Published by Tyron Potts on
Elizabeth Wise contributed to the writing of this blog post.
The statement highlights the importance of taking an integrated approach to funding, investment and covenant as set out in their recent guidance.
TPR’s statement is intended to help trustees navigate the challenging waters of relatively volatile market conditions, and illustrates a marked difference in how much funding positions can change between valuations, depending on the dates in question.
For example, if the valuation is carried out at the end of March 2016, it is likely to show a worse position than if the valuation date was three months earlier. TPR expects the increase in deficits since the previous valuation date could be “in the region of 20-35%, depending on the scheme’s valuation date and hedging strategy”.
The statement highlights the importance of taking an integrated approach to funding, investment and covenant as set out in their recent guidance. In this blog, the first of a series of three, we consider TPR’s key messages concerning investment.
Assets have generally performed well over the period although, as can be seen in the chart below, investment markets have exhibited significant volatility.
This is particularly the case for UK equities. Over the three year period to 31 December 2015, investing in the FTSE All Share Index alone would have returned around 23%, whereas over the three year period to 31 March 2016, the return was less than half of this (at 11%).

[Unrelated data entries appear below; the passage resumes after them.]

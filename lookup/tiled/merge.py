"""The whole pattern's summaries from the tiles' parts.

* Euler characteristic: chi(rho) = n - E(rho) + T(rho), the tiles' counts
  of owned edges and triangles with normalised radius <= rho summed (every
  simplex has one owner).
* H0: Kruskal over the union of the tiles' spanning forests gives the
  minimum spanning tree's weights -- the H0 deaths -- as one process does
  (a spanning tree's weight multiset does not depend on how ties are
  broken); beta_0(rho) = n - #{deaths <= rho}.
* beta_1(rho) = beta_0(rho) - chi(rho) (Euler-Poincare in 2D).

:class:`TiledDiagram` answers the questions the statistics ask of a
diagram (Betti counts, total H0 lifetime) with the same arithmetic, in the
same order, as :class:`~nullatlas.lookup.persistence.diagram.Diagram`, so the
values are bit for bit those of one process.  The H1 pairs themselves are
not formed: statistics that need them (total H1 persistence, the largest
loop, APF, silhouettes) are left to the single-process path.
"""
from __future__ import annotations

import numpy as np

from ..errors import OptionError
from ..persistence.diagram import Diagram

__all__ = ["TiledDiagram", "TiledSummary", "merge_parts", "TILED_STATISTICS"]

#: Statistics computed exactly from tiles (2D).
TILED_STATISTICS = ("euler", "betti0", "betti1", "total0", "nnmean", "gfunc")


class TiledDiagram(Diagram):
    """What the statistics need of a 2D alpha diagram, from tiles.

    ``deaths`` are the H0 deaths (normalised radii, increasing); ``chi`` the
    Euler characteristic at each ``grid`` value.
    """

    def __init__(self, deaths: np.ndarray, chi: np.ndarray, grid: np.ndarray, n: int,
                 scale: float):
        super().__init__(pairs=[], n=int(n), dim=2, scale=scale, meta={"engine": "tiled"})
        self.deaths = deaths
        self.chi = chi
        self.grid = grid

    @property
    def homology_dims(self) -> range:
        return range(2)

    def _beta0(self, grid):
        d = np.append(self.deaths, np.inf)
        return np.where(np.asarray(grid) >= 0, self.n, 0) - np.searchsorted(d, grid, side="right")

    def betti_counts(self, q: int, grid: np.ndarray) -> np.ndarray:
        if q == 0:
            return self._beta0(grid)
        if q == 1 and np.array_equal(grid, self.grid):
            return self._beta0(grid) - self.chi
        raise OptionError(f"a tiled run has the Betti-{q} numbers only on the curves' grid")

    def total_lifetime(self, q: int) -> float:
        if q == 0:
            return float(np.sum(self.deaths - 0.0))
        raise OptionError("a tiled run does not form the H1 pairs; total H1 persistence needs "
                          "the single-process run")

    def finite(self, q: int) -> np.ndarray:
        if q == 0:
            return np.column_stack([np.zeros(len(self.deaths)), self.deaths])
        raise OptionError("a tiled run does not form the H1 pairs")


class TiledSummary:
    """The ``PatternSummary`` interface the tiled statistics use."""

    def __init__(self, diagram: TiledDiagram, nn, bdist, window, scale: float):
        self.diagram = diagram
        self.nn = nn
        self.bdist = bdist
        self.window = window
        self.scale = scale
        self.n = diagram.n
        self.dim = 2
        self.periodic = False
        self.want_h1_pairs = False


def merge_parts(parts: list, n: int, grid: np.ndarray, scale: float) -> tuple:
    """(H0 deaths as normalised radii, chi on ``grid``, nn, bdist) from the tiles."""
    from ..persistence.pairing import _kruskal, radix_argsort

    e = sum(p["e_counts"] for p in parts)
    t = sum(p["t_counts"] for p in parts)
    chi = n - e + t
    u = np.concatenate([p["cand_u"] for p in parts]).astype(np.int64)
    v = np.concatenate([p["cand_v"] for p in parts]).astype(np.int64)
    val = np.concatenate([p["cand_val"] for p in parts])
    for p in parts:                      # free the tiles' copies as we go
        p.pop("cand_u"), p.pop("cand_v"), p.pop("cand_val")
    d0, _ = _kruskal(int(n), u, v, val, radix_argsort(val))
    del u, v, val
    deaths = np.sqrt(d0) * scale
    nn = bdist = None
    if parts and "nn" in parts[0]:
        nn = np.empty(n)
        for p in parts:
            nn[p["own"]] = p["nn"]
    if parts and "bdist" in parts[0]:
        bdist = np.empty(n)
        for p in parts:
            bdist[p["own"]] = p["bdist"]
    return deaths, chi, nn, bdist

Index-linked gilts would have returned around 21% over the three years to 31 December 2015, and around 18% over the three years to 31 March 2016.
As a result, valuations as at 31 March 2016 may show a smaller improvement in funding level on average than those at 31 December 2015, when considering the impact of market movements alone. Of course, the actual returns on investments for an individual scheme will depend heavily on the scheme’s asset allocation, and investment experience will one of several variables affecting schemes’ funding level progression between valuations.
This highlights the importance of considering investment strategy alongside funding strategy.
Total returns for a range of asset classes since March 2010
Sources: The Pensions Regulator, Thomson Reuters
TPR states that trustees should not be overly focused on short-term market movements, but it is important that they understand how this volatility will impact on their views of future investment returns and risks. This will then feed into the trustees’ funding plans.
As ever, trustees should consider making an allowance for post-valuation experience when setting their recovery plans, particularly when markets have been volatile.
Market yields on government bonds are key indicators used to set assumptions for future investment returns – particularly as they are indicative of the market’s view of a (relatively) ‘risk-free’ rate of return. There was a significant fall in gilt yields towards the end of 2014, and the position has not significantly improved since then. As a result TPR expects that, all else being equal, schemes will use lower asset return assumptions than their previous valuation.
This will lead to a higher value being placed on the liabilities – and TPR says this increase should more than offset the positive returns on assets for most schemes. Schemes that were previously in deficit and have a higher mismatch between their assets and liabilities will be worst affected.
Gilt yields and implied inflation since March 2010
Sources: The Pensions Regulator, Bank of England, Thomson Reuters
Selecting a single investment return assumption for future years is not the whole picture. Trustees need to take into account the liability profile of their scheme, and make sure that the funding strategy anticipates future changes to investment strategy as the scheme matures, which may include using term-dependent interest rates to discount liability cashflows.
Some trustees made an explicit allowance at their last funding valuation for gilt yields to ‘revert’ back from historic low levels to what they viewed as more ‘normal’ levels. That reversion hasn’t happened and TPR makes it clear that trustees who made such an allowance should now “consider implementing the contingency plan that was put in place to manage the impact of these assumptions not being borne out.”
Furthermore, whilst TPR does not rule out the possibility of yields reverting to higher levels at some point in the future, the regulator explicitly spells out that trustees who continue to allow for reversion should “reconsider their assumptions in light of market developments” and may find it necessary to assume reversion “over a longer time period and to lower levels than before”.
Assets have generally performed well over the period although investment markets have exhibited significant volatility.
Very mature schemes face a further issue. If benefits being paid out are more than contributions being paid in, the scheme will need to sell assets to pay pensions. If the scheme is forced to sell when markets are low, then the funding of the scheme will suffer as a result.
The volatility of returns can therefore have a significant impact on the ability of a scheme to reach full funding – potentially resulting in further contributions being required from the sponsoring employer. Trustees should consider the cashflow needs of their scheme and put plans in place if this could become an issue.
As schemes mature, trustees will need to consider their funding and investment strategies as part of their IRM framework, and TPR suggests they may want to review whether chosen asset allocations are likely to generate suitable free cashflow in future.
This is the first time TPR has explicitly commented on cashflow matters in its annual funding statement.
Our next blog on TPR’s funding statement will look at how trustees can begin to approach funding in the current environment, followed by a look at how TPR’s view on employers’ financial strength has developed. TPR’s recent focus has been on how the three strands of risk management – ie funding, investment and covenant - should be considered as part of an integrated strategy.